Date: 2011-05-15 06:35 pm (UTC)
From: [identity profile] lady-angelina.livejournal.com
What would be REALLY nice is it the cost of school supplies was actually provided by the government who fund (or pretend to fund) the schools in the first place.

This would make the most sense, since many students in public schools can't really afford to pay for this stuff out of pocket, whether it's buying them on their own or presenting a check to the school. It just doesn't seem fair to me that the teachers request so many supplies and put it on the kids (or their parents) to buy them.

The problem, too, with paying the school upfront is that it doesn't allow the students the flexibility of using coupons or store sales to buy decent items (Walgreen's comes to mind as an excellent place to buy items dirt cheap on some weeks), and also reusing items that still have mileage from last year, etc. Of course, the payment could also serve as a donation for the classmates, but given how sore some of the parents are with a local school bond up for vote next week ("WHY SHOULD I SUBSIDIZE THE EDUCATION OF OTHER PEOPLE'S KIDS" -- yeah, I know, lack of foresight, because these "other people's kids" may be the ones running said parents' nursing homes some forty years down the road), this probably wouldn't go over too well. =P

Date: 2011-05-16 12:32 am (UTC)
From: [identity profile] leora.livejournal.com
Or even more immediately... those kids are going to turn into part of the voting pool (well, some of them) and they're going to turn into the society you have to live with. And then you'll be annoyed at how many uneducated people you have to interact with. It really makes life more pleasant if you educate as many people as education will stick to, but people don't think about such indirect benefits.

I mean, just little things even, like do you want to be the person in line behind the person who doesn't understand how much they owe and what the correct change is when you're running your errands?

Date: 2011-05-15 05:40 pm (UTC)
From: [identity profile] elenbarathi.livejournal.com
It's an excellent idea, so it will probably not be implemented. But there's certainly nothing to stop groups of parents from forming their own little independent co-ops, even if the school can't be officially involved due to the State's obstructive rules.

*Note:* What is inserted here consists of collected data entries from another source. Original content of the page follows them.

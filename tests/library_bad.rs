//! Broken library files in tests/data/bad-libraries are rejected, each with
//! the offending cell and field named, both through the API and through
//! `ribbonmap library check` (exit code 1, docs/exit-codes.md).

mod cache_support;

use assert_cmd::Command;
use ribbonmap::library::Library;
use std::path::PathBuf;

fn bad(name: &str) -> PathBuf {
    PathBuf::from(env!("CARGO_MANIFEST_DIR"))
        .join("tests/data/bad-libraries")
        .join(format!("{name}.json"))
}

/// (file, cell, field, words the message must contain)
const CASES: &[(&str, Option<&str>, Option<&str>, &str)] = &[
    ("duplicate-names", Some("nand2"), Some("name"), "duplicate"),
    (
        "unused-input",
        Some("and2x"),
        Some("function"),
        "input 'c' is not used",
    ),
    ("negative-area", Some("nand2"), Some("area"), "negative"),
    (
        "negative-delay",
        Some("nand2"),
        Some("delay.per_load"),
        "negative",
    ),
    (
        "negative-leakage",
        Some("nand2"),
        Some("leakage"),
        "negative",
    ),
    (
        "bad-expression",
        Some("nand2"),
        Some("function"),
        "column 12",
    ),
    (
        "unknown-name-in-expression",
        Some("nand2"),
        Some("function"),
        "unknown name 'q'",
    ),
    (
        "unknown-cell-field",
        Some("nand2"),
        Some("colour"),
        "unknown field 'colour'",
    ),
    (
        "unknown-library-field",
        None,
        Some("vendor"),
        "unknown field 'vendor'",
    ),
    (
        "missing-delay",
        Some("nand2"),
        Some("delay"),
        "missing delay",
    ),
    (
        "not-complete-and-or",
        None,
        Some("cells"),
        "cannot build NOT",
    ),
    (
        "not-complete-xor-inv",
        None,
        Some("cells"),
        "cannot build AND",
    ),
    ("too-many-inputs", Some("and7"), Some("inputs"), "at most 6"),
    (
        "truth-too-wide",
        Some("nand2"),
        Some("truth"),
        "bits above row 3",
    ),
    (
        "function-and-truth",
        Some("nand2"),
        Some("truth"),
        "not both",
    ),
    (
        "leakage-rows",
        Some("nand2"),
        Some("leakage"),
        "4 input rows",
    ),
    ("wrong-format", None, Some("format"), "unsupported format"),
    (
        "wrong-type",
        Some("nand2"),
        Some("area"),
        "expected a number",
    ),
    ("not-json", None, None, "not valid JSON"),
];

#[test]
fn every_broken_file_is_rejected_naming_cell_and_field() {
    for &(file, cell, field, words) in CASES {
        let err = Library::load(&bad(file)).expect_err(file);
        assert!(!err.unreadable, "{file}");
        let found = err.problems.iter().any(|p| {
            p.cell.as_deref() == cell && p.field.as_deref() == field && p.message.contains(words)
        });
        assert!(
            found,
            "{file}: expected cell {cell:?} field {field:?} '{words}', got {:#?}",
            err.problems
        );
        // Every problem of these files carries a line and column.
        assert!(
            err.problems.iter().all(|p| p.line > 0 && p.column > 0),
            "{file}: {:#?}",
            err.problems
        );
    }
}

#[test]
fn positions_point_into_the_file() {
    // bad-expression.json line 32 is `      "function": "!(a & (b | )",`: the
    // expression starts at column 20 and its column 12 is file column 31.
    let err = Library::load(&bad("bad-expression")).unwrap_err();
    let p = &err.problems[0];
    assert_eq!((p.line, p.column), (32, 31));
    let text = std::fs::read_to_string(bad("bad-expression")).unwrap();
    let line = text.lines().nth(31).unwrap();
    assert_eq!(line.chars().nth(30), Some(')'));
    // serde_json's own position for a syntax error.
    let err = Library::load(&bad("not-json")).unwrap_err();
    assert_eq!((err.problems[0].line, err.problems[0].column), (5, 22));
}

#[test]
fn all_problems_are_listed() {
    let err = Library::load(&bad("many-problems")).unwrap_err();
    let cells: Vec<(&str, &str)> = err
        .problems
        .iter()
        .map(|p| {
            (
                p.cell.as_deref().unwrap_or(""),
                p.field.as_deref().unwrap_or(""),
            )
        })
        .collect();
    for expected in [
        ("inv", "area"),
        ("nand2", "speed"),
        ("and3", "function"),
        ("or2", "delay"),
    ] {
        assert!(
            cells.contains(&expected),
            "{expected:?} missing from {cells:?}"
        );
    }
    let mut cmd = Command::cargo_bin("ribbonmap").unwrap();
    cmd.env("RIBBONMAP_CACHE_DIR", cache_support::dir());
    let out = cmd
        .args(["library", "check"])
        .arg(bad("many-problems"))
        .output()
        .unwrap();
    assert_eq!(out.status.code(), Some(1));
    let stdout = String::from_utf8_lossy(&out.stdout);
    for needle in [
        "cell 'inv', field 'area'",
        "cell 'nand2', field 'speed'",
        "cell 'and3', field 'function'",
        "cell 'or2', field 'delay'",
    ] {
        assert!(stdout.contains(needle), "missing {needle} in {stdout}");
    }
}

#[test]
fn check_exits_one_for_every_broken_file() {
    for &(file, cell, _, _) in CASES {
        let mut cmd = Command::cargo_bin("ribbonmap").unwrap();
        cmd.env("RIBBONMAP_CACHE_DIR", cache_support::dir());
        let out = cmd
            .args(["library", "check"])
            .arg(bad(file))
            .output()
            .unwrap();
        assert_eq!(out.status.code(), Some(1), "{file}");
        let stdout = String::from_utf8_lossy(&out.stdout);
        if let Some(cell) = cell {
            assert!(
                stdout.contains(&format!("cell '{cell}'")),
                "{file}: {stdout}"
            );
        }
    }
}

#[test]
fn check_exit_codes_for_sound_and_unreadable_files() {
    let dir = tempfile::tempdir().unwrap();
    let good = dir.path().join("good.json");
    std::fs::write(&good, ribbonmap::library::builtin_text("ribbon3").unwrap()).unwrap();
    let mut cmd = Command::cargo_bin("ribbonmap").unwrap();
    cmd.env("RIBBONMAP_CACHE_DIR", cache_support::dir());
    cmd.args(["library", "check"]).arg(&good).assert().code(0);
    let mut cmd = Command::cargo_bin("ribbonmap").unwrap();
    cmd.env("RIBBONMAP_CACHE_DIR", cache_support::dir());
    cmd.args(["library", "check"])
        .arg(dir.path().join("absent.json"))
        .assert()
        .code(2);
    // --format json lists the problems with cell and field.
    let mut cmd = Command::cargo_bin("ribbonmap").unwrap();
    cmd.env("RIBBONMAP_CACHE_DIR", cache_support::dir());
    let out = cmd
        .args(["library", "check", "--format", "json"])
        .arg(bad("negative-area"))
        .output()
        .unwrap();
    assert_eq!(out.status.code(), Some(1));
    let v: serde_json::Value = serde_json::from_slice(&out.stdout).unwrap();
    assert_eq!(v["sound"], false);
    assert_eq!(v["problems"][0]["cell"], "nand2");
    assert_eq!(v["problems"][0]["field"], "area");
}

#[test]
fn loading_a_broken_library_for_mapping_is_bad_input() {
    // Other commands take --lib; a broken file there is bad input (exit 2).
    let err =
        ribbonmap::cli::common::load_library(bad("negative-area").to_str().unwrap()).unwrap_err();
    assert_eq!(err.exit_code(), 2);
    assert!(err.to_string().contains("negative-area.json:"));
    let err = ribbonmap::cli::common::load_library("no-such-lib").unwrap_err();
    assert_eq!(err.exit_code(), 2);
    assert!(ribbonmap::cli::common::load_library("cmos-le").is_ok());
}

/// The nand-nor-inv library with the inverter's function replaced.
fn library_with_inverter_function(function: &str) -> String {
    let text = std::fs::read_to_string(
        PathBuf::from(env!("CARGO_MANIFEST_DIR")).join("libraries/nand-nor-inv.json"),
    )
    .unwrap();
    assert!(text.contains("\"function\": \"!a\""));
    text.replacen(
        "\"function\": \"!a\"",
        &format!("\"function\": \"{function}\""),
        1,
    )
}

fn ribbonmap(args: &[&str], file: &std::path::Path) -> std::process::Output {
    let cache = tempfile::tempdir().unwrap();
    Command::cargo_bin("ribbonmap")
        .unwrap()
        .env("RIBBONMAP_CACHE_DIR", cache.path())
        .args(args)
        .arg(file)
        .output()
        .unwrap()
}

/// A one-line `error: FILE:LINE:COL: ...` message, exit 2 (the project's
/// exit-code contract for bad input).
fn assert_located_bad_input(out: &std::process::Output, file: &std::path::Path, at: &str) {
    let stderr = String::from_utf8_lossy(&out.stderr);
    assert_eq!(out.status.code(), Some(2), "{stderr}");
    assert_eq!(stderr.lines().count(), 1, "{stderr}");
    let prefix = format!("error: {}:{at}", file.display());
    assert!(
        stderr.starts_with(&prefix),
        "expected {prefix}…, got {stderr}"
    );
}

#[test]
fn deeply_nested_function_is_refused_without_overflowing_the_stack() {
    // Issue 18, crash 4: a function nested about 8,000 parentheses deep
    // overflowed the stack in `library check` and `map --lib FILE`.
    let dir = tempfile::tempdir().unwrap();
    let file = dir.path().join("deep.json");
    let deep = format!("!{}a{}", "(".repeat(8000), ")".repeat(8000));
    std::fs::write(&file, library_with_inverter_function(&deep)).unwrap();
    // The inverter's function is on line 8 of the copied file, and the
    // message quotes only the start of the expression.
    // A reader limit refuses the file as bad input (exit 2, one line with
    // file:line:col, docs/exit-codes.md), in `library check` as in `map`.
    let out = ribbonmap(&["library", "check"], &file);
    assert_located_bad_input(&out, &file, "8:");
    assert!(
        String::from_utf8_lossy(&out.stderr).contains("nested more than 200 deep"),
        "{}",
        String::from_utf8_lossy(&out.stderr)
    );
    let out = Command::cargo_bin("ribbonmap")
        .unwrap()
        .args(["map", "benchmarks/adder16_ripple.blif", "--lib"])
        .arg(&file)
        .output()
        .unwrap();
    assert_located_bad_input(&out, &file, "8:");
    assert!(String::from_utf8_lossy(&out.stderr).len() < 400);
    let chain = vec!["a"; 50_000].join(" ^ ");
    std::fs::write(
        &file,
        library_with_inverter_function(&format!("!({chain})")),
    )
    .unwrap();
    let out = ribbonmap(&["library", "check"], &file);
    assert_located_bad_input(&out, &file, "8:");
    assert!(String::from_utf8_lossy(&out.stderr).contains("operators deep"));
}

#[test]
fn empty_and_non_utf8_library_files_are_bad_input_at_a_position() {
    let dir = tempfile::tempdir().unwrap();
    let empty = dir.path().join("empty.json");
    std::fs::write(&empty, "").unwrap();
    assert_located_bad_input(&ribbonmap(&["library", "check"], &empty), &empty, "1:1: ");
    std::fs::write(&empty, "\n  \n").unwrap();
    assert_located_bad_input(&ribbonmap(&["library", "check"], &empty), &empty, "3:1: ");
    // A Latin-1 'é' (byte 0xE9) in the description on line 4.
    let latin1 = dir.path().join("latin1.json");
    let mut bytes = library_with_inverter_function("!a").into_bytes();
    let at = bytes.windows(4).position(|w| w == b"Two-").unwrap();
    bytes[at] = 0xE9;
    std::fs::write(&latin1, &bytes).unwrap();
    let out = ribbonmap(&["library", "check"], &latin1);
    assert_located_bad_input(&out, &latin1, "4:19: ");
    assert!(String::from_utf8_lossy(&out.stderr).contains("0xE9"));
}

#[test]
fn a_library_without_cells_names_the_missing_field() {
    // Killed a surviving mutant (the problem lost its field name): the
    // `cells` list is required (docs/library-format.md).
    let text = r#"{
  "format": "ribbonmap-library/1",
  "name": "empty",
  "units": {"area": "um2", "delay": "ns", "energy": "fJ", "power": "uW"}
}"#;
    let err = Library::from_json_str(text, "empty.json").unwrap_err();
    let problem = err
        .problems
        .iter()
        .find(|p| p.message.contains("missing: expected a list of cells"))
        .unwrap_or_else(|| panic!("{err}"));
    assert_eq!(problem.field.as_deref(), Some("cells"));
    assert_eq!(problem.cell, None);
}

#[test]
fn a_wrong_type_names_the_json_type_found() {
    // wrong-type.json with nand2's area replaced, through serde_json alone,
    // by a value of each other JSON type (RFC 8259 section 3: null, false,
    // true, strings, arrays, objects); the message names the type found.
    let text = std::fs::read_to_string(bad("wrong-type")).unwrap();
    let json: serde_json::Value = serde_json::from_str(&text).unwrap();
    let cases = [
        (serde_json::json!(null), "null"),
        (serde_json::json!(true), "a boolean"),
        (serde_json::json!("ten"), "a string"),
        (serde_json::json!([10]), "a list"),
        (serde_json::json!({"value": 10}), "an object"),
    ];
    for (value, found) in cases {
        let mut edited = json.clone();
        edited["cells"][1]["area"] = value;
        let err = Library::from_json_str(&edited.to_string(), "edited.json").unwrap_err();
        let want = format!("expected a number, found {found}");
        assert!(
            err.problems
                .iter()
                .any(|p| p.cell.as_deref() == Some("nand2")
                    && p.field.as_deref() == Some("area")
                    && p.message == want),
            "{found}: {:#?}",
            err.problems
        );
    }
}

#[test]
fn a_missing_units_block_or_function_names_its_field() {
    // docs/library-format.md: `units` is required, and a cell gives its
    // function as `function` or `truth`. Removed through serde_json alone,
    // each problem names the missing field (and the cell, for a cell field).
    let text = std::fs::read_to_string(bad("wrong-type")).unwrap();
    let mut json: serde_json::Value = serde_json::from_str(&text).unwrap();
    json["cells"][1]["area"] = serde_json::json!(10.0);
    let mut no_units = json.clone();
    no_units.as_object_mut().unwrap().remove("units");
    let err = Library::from_json_str(&no_units.to_string(), "x.json").unwrap_err();
    assert!(
        err.problems
            .iter()
            .any(|p| p.cell.is_none() && p.field.as_deref() == Some("units")),
        "{:#?}",
        err.problems
    );
    let mut no_function = json;
    no_function["cells"][1]
        .as_object_mut()
        .unwrap()
        .remove("function");
    let err = Library::from_json_str(&no_function.to_string(), "x.json").unwrap_err();
    assert!(
        err.problems
            .iter()
            .any(|p| p.cell.as_deref() == Some("nand2")
                && p.field.as_deref() == Some("function")
                && p.message.contains("missing")),
        "{:#?}",
        err.problems
    );
}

Date: 2011-05-15 08:31 pm (UTC)
From: [identity profile] rainbow-goddess.livejournal.com
The problem is, not everyone could afford it, no matter how inexpensive the school made it by buying in bulk.

Where I live, people & organizations buy school supplies to donate to poor families -- pencils, pens, paper, notebooks, etc. They fill up backpacks and each kid gets a new backpack full of school supplies, because these families literally could not afford a pen or pencil.

Date: 2011-05-15 11:22 pm (UTC)
From: [identity profile] rantinan.livejournal.com
speaking from my own personal experience...
More often than not, the people who could afford it without a pause will work out some way to wriggle out of paying it, leaving the people who have ethics, but not money to pay.